→ Instructions to follow
The lines to return are those below that contain the word "they".

→ Collected data

▬▬▬▬▬▬

/// Continues `part` (the runs of the territories just before) through the next territory, as
/// [`non_finite_part`] does for the first: one walk over consecutive territories finds
/// exactly the runs of one walk over their union, and settles every finished run on the way,
/// so a sweep walked stretch by stretch keeps only a stretch's known points. `leftmost`: the
/// first territory began at pattern 0; `out`: the layout of the outputs, in which scanned points are classed.
pub fn continue_part(
    part: RunsPart,
    leftmost: bool,
    out: Layout,
    known: &mut Vec<Known>,
    probe: &mut dyn Probe,
    territory: RangeInclusive<u32>,
    sink: &mut dyn FindingSink,
) -> RunsPart {
    let format = part.format;
    let l = format.layout();
    known.sort_unstable_by_key(|k| k.0);
    known.dedup_by_key(|k| k.0);
    let sign = format.infinity(true) & !format.infinity(false);
    let mut walk = Walk {
        builder: part.builder,
        next_input: Some(*territory.start()),
        scanned: part.scanned,
        territory: territory.clone(),
    };
    let mismatch = |c: Option<Classes>| c.filter(|(k, r)| k != r);
    let mut gaps: Vec<(u32, u32, Option<Known>, Option<Known>)> = Vec::with_capacity(2);
    for i in 0..=known.len() {
        let (left, right) = (i.checked_sub(1).map(|j| known[j]), known.get(i).copied());
        // The gaps between two known points, one per sign they touch.
        gaps.clear();
        match (left, right) {
            (Some(a), Some(b)) if a.0 & sign == b.0 & sign => {
                gaps.push((a.0 + 1, b.0.wrapping_sub(1), Some(a), Some(b)))
            }
            _ => {
                if let Some(a) = left {
                    gaps.push((a.0.wrapping_add(1), a.0 | (sign - 1), Some(a), None));
                }
                if let Some(b) = right {
                    gaps.push((b.0 & sign, b.0.wrapping_sub(1), None, Some(b)));
                }
            }
        }
        for &(lo, hi, a, b) in &gaps {
            let empty = match (a, b) {
                (Some(a), _) if a.0 & !sign == sign - 1 => true,
                (_, Some(b)) if b.0 & !sign == 0 => true,
                _ => lo > hi,
            };
            if empty || !walk.territory.contains(&lo) {
                continue;
            }
            let (ma, mb) = (a.and_then(|a| mismatch(a.1)), b.and_then(|b| mismatch(b.1)));
            let joined = ma.is_some() && ma == mb;
            let mut ranges: Vec<(u32, u32)> = Vec::with_capacity(2);
            if ma.is_some() && !joined {
                ranges.push((lo, hi.min(lo.saturating_add(MAX_GAP_SCAN - 1))));
            }
            if mb.is_some() && !joined {
                let from = lo.max(hi.saturating_sub(MAX_GAP_SCAN - 1));
                match ranges.last_mut() {
                    Some(r) if from <= r.1.saturating_add(1) => r.1 = hi,
                    _ => ranges.push((from, hi)),
                }
            }
            for (from, to) in ranges {
                walk.scan(from, to, probe, out);
            }
        }
        if let Some(b) = right.filter(|b| walk.territory.contains(&b.0)) {
            walk.push(b);
        }
        walk.builder.settle(l, format, sink, leftmost);
    }
    RunsPart {
        format,
        builder: walk.builder,
        scanned: walk.scanned,
    }
}
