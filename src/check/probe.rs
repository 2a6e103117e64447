//! Evaluating inputs: references in parallel (rayon), kernel calls in batches, crashes kept.

use super::kernel::{KernelCrash, KernelOutput, KernelUnderTest};
use super::CheckRole;
use crate::format::{ExactValue, Format};
use crate::measure::{Point, Probe};
use crate::reference::fast::FastEvaluator;
use crate::reference::{floor_log2_rational, round_rational, Evaluator, Reference};
use crate::sweep::Rng;
use rayon::prelude::*;
use rug::Rational;
use std::io::IsTerminal;

/// A batch still running after this long shows a progress bar (when stderr is a terminal).
const PROGRESS_AFTER: std::time::Duration = std::time::Duration::from_secs(1);
/// Inputs per kernel call.
const CHUNK: usize = 65_536;

/// The references of one role: forward, derivative, gradient (g·f′ with seeded g).
pub struct RoleReferences {
    /// f.
    pub forward: Evaluator<'static>,
    /// f′.
    pub derivative: Evaluator<'static>,
    /// What the kernel computes.
    pub role: CheckRole,
    /// Seed of the gradient factors.
    pub seed: u64,
    /// Kinks of f′: input value and left-hand derivative.
    pub kinks: Vec<(f64, Rational)>,
    /// Fast paths for f and f′ (`--reference auto`), tried before MPFR; they never disagree
    /// with it (see `reference::fast`).
    pub fast: Option<(Option<FastEvaluator>, Option<FastEvaluator>)>,
}

/// The upstream gradient g for input x: a seeded, representable value in ±[1/2, 2), the same
/// for the same seed and x whichever batch asks.
pub fn gradient_factor(format: &dyn Format, seed: u64, x: u32) -> u32 {
    let mut rng = Rng::new(seed ^ (x as u64).wrapping_mul(0x9e37_79b9_7f4a_7c15));
    let r = rng.next_u64();
    let p = format.precision();
    let significand = (1u64 << (p - 1)) | (r & ((1u64 << (p - 1)) - 1));
    let exponent = -(p as i32 - 1) - ((r >> 40) & 1) as i32;
    format.encode((r >> 41) & 1 == 1, significand, exponent)
}

fn rounded(format: &dyn Format, q: &Rational) -> Reference {
    let binade = if q.is_zero() {
        format.emin()
    } else {
        floor_log2_rational(q).max(format.emin())
    };
    Reference {
        bits: round_rational(q, false, format),
        exact: Some(ExactValue {
            approx: q.to_f64(),
            binade,
        }),
        precision: 0,
    }
}

impl RoleReferences {
    /// The fast path's reference of f (`forward`) or f′ at x, when it has one and decides it.
    #[inline(always)]
    fn fast_reference(&self, forward: bool, x: u32) -> Option<Reference> {
        let (f, d) = self.fast.as_ref()?;
        let evaluator = if forward { f } else { d };
        evaluator.as_ref()?.try_reference(x)
    }

    fn format(&self) -> &'static dyn Format {
        self.forward.format()
    }
    /// The kernel's arguments for input x.
    pub fn arguments(&self, x: u32) -> Result<(u32, Option<u32>), String> {
        match self.role {
            CheckRole::Forward | CheckRole::Derivative => Ok((x, None)),
            CheckRole::Gradient { from_output } => {
                let g = gradient_factor(self.format(), self.seed, x);
                let first = if from_output {
                    self.forward.reference(x).map_err(|e| e.to_string())?.bits
                } else {
                    x
                };
                Ok((first, Some(g)))
            }
        }
    }
    /// Reference (and left-hand reference at a kink) for input x.
    #[inline(always)]
    pub fn reference(&self, x: u32) -> Result<(Reference, Option<Reference>), String> {
        self.reference_via(x, true, None)
    }

    /// [`Self::reference`] for the second argument the kernel was called with: a gradient's
    /// reference scales by that g (the seeded one unless the kernel brought its own).
    #[inline(always)]
    pub fn reference_with(
        &self,
        x: u32,
        second: Option<u32>,
    ) -> Result<(Reference, Option<Reference>), String> {
        self.reference_via(x, true, second)
    }

    /// The reference at x from MPFR alone, whatever `--reference` says.
    pub fn mpfr_reference(&self, x: u32) -> Result<Reference, String> {
        self.reference_via(x, false, None).map(|(r, _)| r)
    }

    /// Whether references may come from the fast path.
    pub fn uses_fast_path(&self) -> bool {
        self.fast
            .as_ref()
            .is_some_and(|(f, d)| f.is_some() || d.is_some())
    }

    #[inline(always)]
    fn reference_via(
        &self,
        x: u32,
        allow_fast: bool,
        second: Option<u32>,
    ) -> Result<(Reference, Option<Reference>), String> {
        let format = self.format();
        let g = match self.role {
            CheckRole::Forward => {
                if let Some(r) = self.fast_reference(true, x).filter(|_| allow_fast) {
                    return Ok((r, None));
                }
                return Ok((self.forward.reference(x).map_err(|e| e.to_string())?, None));
            }
            CheckRole::Derivative => None,
            CheckRole::Gradient { .. } => {
                let g = second.unwrap_or_else(|| gradient_factor(format, self.seed, x));
                // A recorded g may be anything; a non-finite one has no exact product.
                Some(Rational::from_f64(format.to_f64(g)).ok_or_else(|| {
                    format!(
                        "g = {} is not a finite number",
                        crate::format::hex(format, g)
                    )
                })?)
            }
        };
        let fast = (g.is_none() && allow_fast)
            .then(|| self.fast_reference(false, x))
            .flatten();
        let r = match &g {
            _ if fast.is_some() => Ok(fast.expect("checked")),
            None => self.derivative.reference(x),
            Some(g) => self.derivative.reference_scaled(x, Some(g)),
        }
        .map_err(|e| e.to_string())?;
        let value = format.to_f64(x);
        let left = self
            .kinks
            .iter()
            .find(|(at, _)| *at == value)
            .map(|(_, left)| {
                let q = match &g {
                    None => left.clone(),
                    Some(g) => Rational::from(left * g),
                };
                rounded(format, &q)
            });
        Ok((r, left))
    }
}

/// Evaluates inputs through the kernel and the references.
pub struct Prober<'a> {
    kernel: &'a mut dyn KernelUnderTest,
    refs: &'a RoleReferences,
    /// Crashes seen so far.
    pub crashes: Vec<KernelCrash>,
    /// Inputs evaluated so far.
    pub evaluated: u64,
    /// Inputs whose reference could not be decided, with the message; they are left out.
    pub failures: Vec<(u32, String)>,
    progress: bool,
    /// A bar shared by the calls of a streamed sweep, with its start.
    shared: Option<(indicatif::ProgressBar, std::time::Instant)>,
}

fn new_bar(len: u64) -> indicatif::ProgressBar {
    let bar = indicatif::ProgressBar::with_draw_target(
        Some(len),
        indicatif::ProgressDrawTarget::hidden(),
    );
    bar.set_style(
        indicatif::ProgressStyle::with_template("{msg} [{bar:40}] {pos}/{len} ({eta})")
            .expect("template")
            .progress_chars("=> "),
    );
    bar.set_message("checking");
    bar
}

impl<'a> Prober<'a> {
    /// Announces `total` inputs to come over several calls (one progress bar for them all);
    /// 0 ends the announcement.
    pub fn expect(&mut self, total: u64) {
        if let Some((bar, _)) = self.shared.take() {
            bar.finish_and_clear();
        }
        if self.progress && total > 0 {
            self.shared = Some((new_bar(total), std::time::Instant::now()));
        }
    }
    /// A prober; `progress` allows a progress bar on stderr.
    pub fn new(
        kernel: &'a mut dyn KernelUnderTest,
        refs: &'a RoleReferences,
        progress: bool,
    ) -> Self {
        Prober {
            kernel,
            refs,
            crashes: Vec::new(),
            evaluated: 0,
            failures: Vec::new(),
            progress: progress && std::io::stderr().is_terminal(),
            shared: None,
        }
    }
    /// The kernel itself (for hygiene and throughput).
    pub fn kernel(&mut self) -> &mut dyn KernelUnderTest {
        self.kernel
    }
    /// Kernel arguments of a sample (inputs whose arguments cannot be computed are dropped).
    pub fn arguments(&self, inputs: &[u32]) -> (Vec<u32>, Option<Vec<u32>>) {
        let args: Vec<(u32, Option<u32>)> = inputs
            .par_iter()
            .filter_map(|&x| self.refs.arguments(x).ok())
            .collect();
        let first = args.iter().map(|a| a.0).collect();
        let second = args.iter().map(|a| a.1).collect::<Option<Vec<u32>>>();
        (first, second)
    }
}
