/// Joins shard files: every file must hold the same kernels (one, or a manifest's list) and
/// together they must hold each shard 1..=N of each kernel exactly once. A corrupted state
/// that slips past validation and trips an internal assertion is refused like any other bad
/// input: one line, never a panic.
pub fn merge(files: &[ShardFile]) -> Result<Merged, String> {
    let hook = std::panic::take_hook();
    std::panic::set_hook(Box::new(|_| {}));
    let result = std::panic::catch_unwind(|| merge_checked(files));
    std::panic::set_hook(hook);
    // User text quoted in a message stays on the message's one line.
    let result = result.map(|r| r.map_err(|e| e.replace('\n', "\\n").replace('\r', "\\r")));
    result.unwrap_or_else(|panic| {
        let why = panic
            .downcast_ref::<String>()
            .cloned()
            .or_else(|| panic.downcast_ref::<&str>().map(|s| s.to_string()))
            .unwrap_or_default();
        Err(format!(
            "the shard states are inconsistent and cannot be merged ({})",
            why.lines().next().unwrap_or("internal check failed")
        ))
    })
}

fn merge_checked(files: &[ShardFile]) -> Result<Merged, String> {
    let first = files.first().ok_or("no shard reports given")?;
    let (first_kernels, manifest) = kernels(first)?;
    if first_kernels.is_empty() {
        return Err(format!(
            "{}: \"kernels\" is empty: nothing to merge",
            first.path.display()
        ));
    }
    let mut per_kernel: Vec<Vec<(&Path, &Value)>> = vec![Vec::new(); first_kernels.len()];
    for file in files {
        let (list, is_manifest) = kernels(file)?;
        if is_manifest != manifest || list.len() != first_kernels.len() {
            return Err(format!(
                "{} and {}: not shards of the same check (different kernels)",
                first.path.display(),
                file.path.display()
            ));
        }
        for (k, report) in list.into_iter().enumerate() {
            per_kernel[k].push((file.path.as_path(), report));
        }
    }
    let mut kernels = Vec::new();
    let mut plots = Vec::new();
    let mut pair_checks = Vec::new();
    for shards in &per_kernel {
        if shards.iter().any(|(_, r)| pairs::is_pair(r)) {
            let (value, check) = pairs::merge_pair_kernel(shards)?;
            kernels.push(value);
            plots.push(Vec::new());
            pair_checks.push(Some(check));
        } else {
            let (value, buckets) = merge_kernel(shards)?;
            kernels.push(value);
            plots.push(buckets);
            pair_checks.push(None);
        }
    }
    let value = if manifest {
        serde_json::json!({ "schema": SCHEMA, "kernels": kernels })
    } else {
        kernels[0].clone()
    };
    Ok(Merged {
        value,
        kernels,
        manifest,
        plots,
        pair_checks,
    })
}

/// Err naming the first few missing parts ("missing shard(s) 2/8, 5/8 and 3 more") unless
/// every shard 1..=count is in `ordered`.
fn all_shards_present<T>(
    ordered: &std::collections::BTreeMap<u64, T>,
    count: u64,
) -> Result<(), String> {
    if ordered.len() as u64 == count {
        return Ok(());
    }
    // The first few missing parts: at most one per part given, plus ten, to walk.
    let missing: Vec<String> = (1..=count)
        .filter(|i| !ordered.contains_key(i))
        .take(10)
        .map(|i| format!("{i}/{count}"))
        .collect();
    let more = count - ordered.len() as u64 - missing.len() as u64;
    Err(format!(
        "missing shard(s) {}{}",
        missing.join(", "),
        if more > 0 {
            format!(" and {more} more")
        } else {
            String::new()
        }
    ))
}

▬▬▬▬▬▬

→ Reply
        // The gaps between two known points, one per sign they touch.
    /// Fast paths for f and f′ (`--reference auto`), tried before MPFR; they never disagree
    /// Inputs whose reference could not be decided, with the message; they are left out.
/// together they must hold each shard 1..=N of each kernel exactly once. A corrupted state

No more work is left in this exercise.